9 History

The main inspiration for this work came from Martin Taillefer’s TurboText for the Amiga, which is the best editor I ever saw on any computer.

The first versions of ne were created on an Amiga 3000T, using the port of the curses library by Simon John Raybould. After switching to the lower-level terminfo library, the development continued under UN*X. Finally, I ported terminfo to the Amiga, thus making it possible to develop on that platform again. For ne 1.0, an effort has been made to provide a terminfo emulation using GNU’s termcap. The development eventually moved to Linux.

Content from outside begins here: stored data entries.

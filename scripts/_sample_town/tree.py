"""Walks over a tree of manholes given as a downstream pointer per node, level by level."""

from __future__ import annotations

from collections.abc import Iterator

import numpy as np


def levels(down: np.ndarray) -> np.ndarray:
    """Number of pipes between each node and its outfall (pointer jumping; one pass per level)."""
    level = np.zeros(down.size, dtype=int)
    cur = down.copy()
    while (cur >= 0).any():
        level += cur >= 0
        cur = np.where(cur >= 0, down[cur], -1)
    return level


def sweep(level: np.ndarray, up: np.ndarray) -> Iterator[np.ndarray]:
    """Pipe indices level by level from the heads of runs down (few levels, not one per pipe)."""
    return (np.flatnonzero(level[up] == lvl) for lvl in range(level.max(), 0, -1))


def accumulate(load: np.ndarray, up: np.ndarray, dn: np.ndarray, level: np.ndarray) -> np.ndarray:
    """Load [l/s] arriving at each node from itself and everything upstream of it."""
    acc = load.astype(float).copy()
    for p in sweep(level, up):
        np.add.at(acc, dn[p], acc[up[p]])
    return acc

Todd Lewis got involved with ne when the University of North Carolina’s Chapel Hill campus migrated its central research computers from MVS to UNIX in 1995. The readily available UNIX editors had serious weaknesses in their user interfaces, especially from the standpoint of MVS users who were not too excited about having to move their projects to another platform while learning an entirely new suite of tools. ne offered an easily understood interface with enough capabilities to keep these new UNIX users productive. Todd installed and has maintained ne at UNC since then, making several improvements to the code to meet his users’ needs. In early 1999 his code base and mine were merged to become version 1.17.

Support for syntax highlighting was added in 2009 with code and techniques heavily borrowed from the GNU-licensed editor joe, which was written by Joseph H. Allen. Much of the work to incorporate this code into ne was undertaken by Daniele Filaretti, an undergraduate student working under the direction of Sebastiano at the Università degli Studi di Milano.